Trois ou quatre consonnes et trois voyelles.
J’arrive à 18h30 pétantes devant chez Raphaël qui habite de fait à dix minutes à pied de chez moi. Erreur de communication, il pensait que nous avions rendez vous à 19:00 et il est en train de siroter du rosé sur le toit du
Printemps. Je suggère de venir le chercher là bas. Finalement il me propose de monter le rejoindre pour boire un verre avec ses amis. C’est un peu gênant de faire connaissance dans la vraie vie devant des amis mais je le prends pour une marque de confiance. Arrivé sur la terrasse ensoleillée du
Printemps, je l’aperçois, attablé avec deux amis. Il se lève pour m’accueillir. Il est beaucoup plus beau que sur les photos. D’intenses yeux bleus derrière des cils immenses, une barbe de deux jours très étudiée, une nuque parfaite (je suis toujours très sensible aux nuques), un jean Armani savamment troué, des chaussures improbables qui s’avèreront être des
Vuitton, ce garçon est un dandy au sourire ravageur.
Ses amis sont vraiment très gentils et ne montrent en tout cas aucune surprise à assister à notre rencontre.
Nous passons chez Raphaël qui souhaite troquer son tee shirt au décolleté vertigineux contre une vraie chemise et nous partons au Théâtre des Champs Elysées. Bel endroit pour une première soirée ensemble. Alors que nous nous installons à l’avant dernier rang de l’orchestre, notre voisine de derrière me demande de lui lire le programme car elle ne voit rien malgré ses grosses lunettes. Il s’avèrera qu’elle est également sourde puisqu’elle exhibera pendant tout le concert un gros appareil auditif très bruyant.
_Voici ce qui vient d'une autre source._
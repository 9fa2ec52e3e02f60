package stats

// This file holds the partial correlation of x and y given one covariate,
// the check for a lurking variable that carries the association.

import (
	"math"

	"bivar/internal/hugepage"
)

// PartialCorrelation returns the partial correlation of x and y given the
// covariate z, its confidence interval at level conf, and the two-sided p
// of H0: ρ_xy·z = 0.
//
// r is the Pearson correlation of the residuals of x and of y after each is
// regressed by least squares on [1, z] (Kendall & Stuart, The Advanced
// Theory of Statistics, vol. 2, partial correlation); that is algebraically
//
//	r = (r_xy − r_xz·r_yz) / √((1 − r_xz²)(1 − r_yz²))
//
// but the residual form keeps its digits when z is nearly collinear with x
// or y. Each residual is (v − v̄) − b·(z − z̄), b = Szv/Szz from centred sums
// (CentredMoments).
//
// Inference uses n − 3 degrees of freedom (one more parameter, z, than for
// r_xy):
//
//	t = r·√((n−3)/(1−r²)),      p = P(|T_{n−3}| ≥ |t|) (TwoSidedT)
//	(lo, hi) = tanh(atanh(r) ∓ z_{(1+conf)/2} / √(n−4))
//
// the Fisher-z interval with its variance 1/(n − k − 3) for k = 1
// controlled variable (Fisher 1924, "The distribution of the partial
// correlation coefficient", Metron 3; Anderson, An Introduction to
// Multivariate Statistical Analysis, 3rd ed., ch. 4).
//
// x, y and z must have equal length (it panics otherwise) and hold no NaN.
// r is NaN when n < 3, z is constant, or x or y is an exact linear function
// of z (nothing is left to correlate); p is NaN when n < 4; the interval is
// NaN when n < 5 or conf is outside (0, 1). |r| = 1 gives p = 0 and
// lo = hi = r.
func PartialCorrelation(x, y, z []float64, conf float64) (r, lo, hi, p float64) {
	if len(x) != len(y) || len(x) != len(z) {
		panic("stats: PartialCorrelation: x, y and z lengths differ")
	}
	nan := math.NaN()
	r, lo, hi, p = nan, nan, nan, nan
	n := len(x)
	if n < 3 {
		return
	}
	ex, ssx, okx := residOnOne(z, x)
	ey, ssy, oky := residOnOne(z, y)
	if !okx || !oky {
		return
	}
	var sxx, syy, sxy float64
	for i := range ex {
		sxx += ex[i] * ex[i]
		syy += ey[i] * ey[i]
		sxy += ex[i] * ey[i]
	}
	// Residual sums at rounding level (relative 1e-24, i.e. residuals ~1e-12
	// of the spread) mean x or y is a linear function of z: nothing is left.
	if !(sxx > 1e-24*ssx) || !(syy > 1e-24*ssy) {
		return
	}
	r = sxy / (math.Sqrt(sxx) * math.Sqrt(syy))
	r = math.Max(-1, math.Min(1, r))
	if n >= 4 {
		df := float64(n - 3)
		if math.Abs(r) == 1 {
			p = 0
		} else {
			t := r * math.Sqrt(df/((1-r)*(1+r)))
			p = TwoSidedT(t, df)
		}
	}
	if n >= 5 && conf > 0 && conf < 1 {
		if math.Abs(r) == 1 {
			lo, hi = r, r
		} else {
			half := NormalQuantile(0.5+conf/2) / math.Sqrt(float64(n-4))
			zr := math.Atanh(r)
			lo, hi = math.Tanh(zr-half), math.Tanh(zr+half)
		}
	}
	return
}

// residOnOne returns the least-squares residuals of v on [1, z],
// (v − v̄) − b·(z − z̄) with b = Szv/Szz from centred sums. ok is false when
// z is constant or not finite. ss is Σ(v − v̄)².
func residOnOne(z, v []float64) (e []float64, ss float64, ok bool) {
	m := CentredMoments(z, v)
	if !(m.Sxx > 0) || math.IsInf(m.Sxx, 0) {
		return nil, 0, false
	}
	b := m.Sxy / m.Sxx
	hz, lz, _ := meanParts(z) // two-part means: no digits lost to an offset
	hv, lv, _ := meanParts(v)
	e = hugepage.Make[float64](len(v))
	for i := range v {
		e[i] = ((v[i] - hv) - lv) - b*((z[i]-hz)-lz)
	}
	return e, m.Syy, true
}
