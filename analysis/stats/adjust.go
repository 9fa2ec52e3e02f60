package stats

// This file holds the multiple-testing adjustments applied across all the
// studies of a manifest: Holm's step-down family-wise error control and the
// Benjamini–Hochberg step-up false discovery rate.

import "math"

// Holm returns Holm's (1979) step-down adjusted p-values, in the order of p.
// With the m non-NaN p-values sorted ascending, p₍₁₎ ≤ … ≤ p₍ₘ₎,
//
//	p̃₍ᵢ₎ = max_{j ≤ i} min(1, (m − j + 1)·p₍ⱼ₎)
//
// so the adjusted values keep the order of the raw ones and never exceed 1.
// NaN entries (studies without a p-value) stay NaN and do not count in m.
// The input is not modified. Ties give equal adjusted values whatever
// their order. Source: Holm, S. (1979), Scand. J. Statist. 6:65–70.
func Holm(p []float64) []float64 {
	out, idx := adjustSetup(p)
	m := float64(len(idx))
	running := 0.0
	for j, i := range idx {
		v := math.Min(1, (m-float64(j))*p[i])
		running = math.Max(running, v)
		out[i] = running
	}
	return out
}

// BenjaminiHochberg returns the Benjamini–Hochberg (1995) step-up adjusted
// p-values ("q-values"), in the order of p. With the m non-NaN p-values
// sorted ascending,
//
//	p̃₍ᵢ₎ = min_{j ≥ i} min(1, m·p₍ⱼ₎ / j)
//
// which is monotone in the raw p and capped at 1. NaN entries stay NaN and
// do not count in m. The input is not modified. Source: Benjamini, Y. &
// Hochberg, Y. (1995), J. R. Statist. Soc. B 57(1):289–300.
func BenjaminiHochberg(p []float64) []float64 {
	out, idx := adjustSetup(p)
	m := float64(len(idx))
	running := 1.0
	for j := len(idx) - 1; j >= 0; j-- {
		i := idx[j]
		// m/(j+1) ≥ 1, but m·p/(j+1) can round an ulp below p (found by
		// FuzzExtrasNoPanic): an adjusted value is never below the raw one.
		v := math.Min(1, math.Max(p[i], m*p[i]/float64(j+1)))
		running = math.Min(running, v)
		out[i] = running
	}
	return out
}

// adjustSetup returns an output slice filled with NaN and the indices of
// the non-NaN entries of p sorted by p ascending (ties by index, so the
// result is deterministic).
func adjustSetup(p []float64) (out []float64, idx []int) {
	out = make([]float64, len(p))
	var keep []int
	for i, v := range p {
		out[i] = math.NaN()
		if !math.IsNaN(v) {
			keep = append(keep, i)
		}
	}
	kp := make([]float64, len(keep))
	for k, i := range keep {
		kp[k] = p[i]
	}
	idx = stableArgsort(kp)
	for k, j := range idx {
		idx[k] = keep[j]
	}
	return out, idx
}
Le concert en lui-même est bien sans plus. L’orchestre de Dresde (à ne pas confondre avec la merveilleuse
Staatskapelle du
Semper Oper) joue une première partie Ravel (
Alborada del graciozo, Concerto en sol) assez moyennement. Bizarrement, l’orchestre nous gratifie d’un nombre incalculable de pains et de couacs mais joue toujours parfaitement ensemble, tenu d’une main de fer par Frühbeck de Burgos (tiens un autre Rafael dans la salle, mais trois consonnes et trois voyelles). Fazil Say, que je retrouve après deux concerts Mozart, n’est pas vraiment Ravélien, un rien maniéré, cherchant de l’originalité là où il faudrait de la simplicité. Son maniérisme est bien sûr accentué par ses tics de comportement qui énervent visiblement mon voisin de droite à la barbe blanche. Mon voisin de gauche, dont j’admire de temps à autre le profil, à l’air ravi. En bis, Fazil Say nous offre un Debussy et sa très belle improvisation sur
Summertime.
Entracte champagne avec
Paris Broadway et son compagnon de concert tout de
G-Star vêtu. Je me sens très fier d’être avec Raphaël même si une telle fierté me fait un peu honte.
En deuxième partie, la
Première Symphonie de Mahler est un peu malmenée. Premier mouvement manquant totalement de poésie, Frühbeck de Burgos ne laisse pas le
Naturlaut s’installer. Deuxième mouvement d’une raideur terrible qui ferait presque oublier qu’un
Ländler est une danse. Tout s’arrange dans le troisième mouvement, ironique à souhait et dans le quatrième, aux magnifiques couleurs et j’ai un véritable bonheur à voir les huit cornistes se lever dans les dernières mesures. Un très beau bis (sans doute le meilleur moment du concert) avec l’
Intermezzo de
Goyescas de Granados et un bout de
Zarzuela sans grand intérêt.
A l’origine, Raphaël devait partir juste après le concert pour se rendre à un anniversaire mais il a tout annulé pour rester avec moi et je dois reconnaître que rien ne pouvait me faire plus plaisir. J’ai donc passé deux heures merveilleuses à la
Sardegna avec entre lui et moi deux
timbala de melanzana, des spaghetti
Vongole, deux sabayons aériens et surtout le merveilleux spectacle de ses deux grands yeux bleus.